Is it safe not to destroy an object of a class type that is a member of a union?

Question

I have this example:

struct A{
    A(){std::cout << "A's def-ctor\n";}
    ~A(){std::cout << "A's dtor\n";}
    A(A const&){std::cout << "A's copy-ctor\n";}
    A& operator = (A const&){std::cout << "A's copy-assign op\n"; return *this; }
};

struct Foo{
    Foo() : curMem_(INT), i_(0){}
    ~Foo(){
        if(curMem_ == CLS_A) // If I comment out this line then what happens?
            a_.~A();
    }
    enum {INT, CHAR, CLS_A, BOOL} curMem_;
    union{
        int i_;
        char c_;
        A a_;
        bool b_;
    };
};

Foo f;
f.curMem_ = Foo::CLS_A;
f.a_ = A();

f.curMem_ = Foo::BOOL;
f.b_ = true;

• We know that a class default destructor doesn't know which member of a class's member of a union type is active that is why we do need to define out version of destructor. So union's member data of class type are not automatically destroyed. So What will happen if I don't explicitly call the destructor of those class type member of the union?

• If I comment the line in Foo destructor or remove the destructor itself what will happen? Is it undefined behavior?

• My class A doesn't manage a resource via a raw pointer then why I bother to explicitly call its destructor when an of object of it is a member of a union? Thank you!

P.S: I have this from C++ primer 5th edition Chapter 19.6 unions:

Our destructor checks whether the object being destroyed holds a string. If so, the destructor explicitly calls the string destructor (§ 19.1.2, p. 824) to free the memory used by that string. The destructor has no work to do if the union holds a member of any of the built-in types.

"The destructor has no work to do if the union holds a member of any of the built-in types." I think he could add: "or of a class type which depends on the trivial destructor". What do you think?

Answer 1

The exact wording of the standard given in [basic.life]p6 is:

For an object of a class type, the program is not required to call the destructor explicitly before the storage which the object occupies is reused or released; however, if there is no explicit call to the destructor or if a delete-expression ([expr.delete]) is not used to release the storage, the destructor is not implicitly called and any program that depends on the side effects produced by the destructor has undefined behavior.

(emphasis mine)

"depends on the side effects" seems pretty vague, and there are plenty of questions on stack overflow discussing this wording.

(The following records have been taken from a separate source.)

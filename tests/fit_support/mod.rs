//! Helpers and tolerances shared by the `tests/fit_*.rs` binaries: the committed fixtures of
//! `tests/reference/fit/`, temporary CSV files, and fitting through the library exactly as
//! `ogive fit` does.
//!
//! Every tolerance of the fit tests is a constant here, with the reason it has its value.
#![allow(dead_code)]

use std::path::{Path, PathBuf};

use ogive::fit::{self, FitRequest, Fitted, Silent};
use serde_json::Value as Json;

/// Coefficients against statsmodels: relative (the project's 1e-6). Both sides iterate to a
/// gradient far below this, so the agreement is usually near 1e-10.
pub const COEFFICIENT_VS_STATSMODELS: f64 = 1e-6;

/// Classical and HC0 standard errors against statsmodels: relative (the project's 1e-5).
pub const STD_ERROR_VS_STATSMODELS: f64 = 1e-5;

/// Log-likelihoods against statsmodels: relative. The same sum over the same data in a
/// different order, at an estimate equal to ~1e-10.
pub const LOG_LIKELIHOOD_VS_STATSMODELS: f64 = 1e-9;

/// A number printed to three decimals (Greene's tables, the Newton-vs-IRLS check):
/// half a unit in the third decimal, absolute.
pub const PRINTED_THREE_DECIMALS: f64 = 5e-4;

/// Estimates in a simulation: within this many standard errors of the truth (the project's 4).
pub const SIMULATION_STANDARD_ERRORS: f64 = 4.0;

/// Coverage of nominal 95% intervals over 200 simulated datasets: the project's band.
pub const COVERAGE_BAND: (f64, f64) = (0.92, 0.98);

/// Amemiya (1981): logit coefficients are about 1.6 times probit ones; the loose band used
/// here for every coefficient of the Spector fit.
pub const AMEMIYA_RATIO_BAND: (f64, f64) = (1.4, 1.9);

/// The path of a file under `tests/reference/fit/`.
pub fn reference_file(name: &str) -> PathBuf {
    PathBuf::from(env!("CARGO_MANIFEST_DIR"))
        .join("tests/reference/fit")
        .join(name)
}

/// A committed JSON fixture.
pub fn fixture(name: &str) -> Json {
    let path = reference_file(name);
    let text = std::fs::read_to_string(&path)
        .unwrap_or_else(|e| panic!("cannot read fixture {}: {e}", path.display()));
    serde_json::from_str(&text).unwrap_or_else(|e| panic!("{} is not JSON: {e}", path.display()))
}

/// A JSON array of numbers.
pub fn numbers(value: &Json) -> Vec<f64> {
    value
        .as_array()
        .unwrap_or_else(|| panic!("expected an array, got {value}"))
        .iter()
        .map(|x| x.as_f64().unwrap_or_else(|| panic!("not a number: {x}")))
        .collect()
}

/// A JSON array of strings.
pub fn strings(value: &Json) -> Vec<String> {
    value
        .as_array()
        .unwrap_or_else(|| panic!("expected an array, got {value}"))
        .iter()
        .map(|x| {
            x.as_str()
                .unwrap_or_else(|| panic!("not text: {x}"))
                .to_string()
        })
        .collect()
}

/// `|a − b| / max(|a|, |b|)` (0 when equal).
pub fn relative_difference(a: f64, b: f64) -> f64 {
    if a == b {
        0.0
    } else {
        (a - b).abs() / a.abs().max(b.abs())
    }
}

/// Assert a relative agreement, naming the source and the quantity.
pub fn assert_relative(ours: f64, reference: f64, tolerance: f64, what: &str) {
    let d = relative_difference(ours, reference);
    assert!(
        d <= tolerance,
        "{what}: ogive {ours:.15e} vs reference {reference:.15e} (relative {d:.2e} > {tolerance:e})"
    );
}

/// A temporary folder holding one CSV file.
pub struct TempCsv {
    /// The folder (removed on drop).
    pub dir: tempfile::TempDir,
    /// The CSV file.
    pub path: PathBuf,
}

/// Write `text` to a fresh temporary `data.csv`.
pub fn temp_csv(text: &str) -> TempCsv {
    let dir = tempfile::tempdir().expect("temporary folder");
    let path = dir.path().join("data.csv");
    std::fs::write(&path, text).expect("write CSV");
    TempCsv { dir, path }
}

/// Fit with the library, no progress output.
pub fn fit_request(request: &FitRequest) -> Result<Fitted, fit::FitError> {
    fit::fit(request, &Silent)
}

/// A request for `data`, `outcome`, `terms` with every other setting at its default.
pub fn request(data: &Path, outcome: &str, terms: &str) -> FitRequest {
    let mut r = FitRequest::new(data, outcome, terms);
    r.name = "test-model".into();
    r.version = "1".into();
    r.fitted_at_unix = Some(1_700_000_000);
    r
}

/// The coefficient of a term in a fitted model file.
pub fn coefficient(fitted: &Fitted, term: &str) -> f64 {
    fitted
        .file
        .terms
        .iter()
        .find(|t| t.term == term)
        .unwrap_or_else(|| panic!("no term '{term}'"))
        .coefficient
}

/// The standard error of a term in a fitted model file.
pub fn std_error(fitted: &Fitted, term: &str) -> f64 {
    let k = fitted
        .file
        .terms
        .iter()
        .position(|t| t.term == term)
        .unwrap_or_else(|| panic!("no term '{term}'"));
    let covariance = fitted.file.covariance.as_ref().expect("a covariance");
    covariance[k][k].sqrt()
}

Your A class's destructor seems to have the side effect of calling an I/O function, so it seems like you run into undefined behaviour.

Even if it wasn't UB, if it was a std::vector, std::string or std::fstream, you would leak resources like memory or file handles. It depends entirely on what the destructor of the class (and any members of that class) do.

---

Since "My class A doesn't manage a resource via a raw pointer", it should really have a trivial destructor. In which case, this point is moot and it is fine to not call the destructor.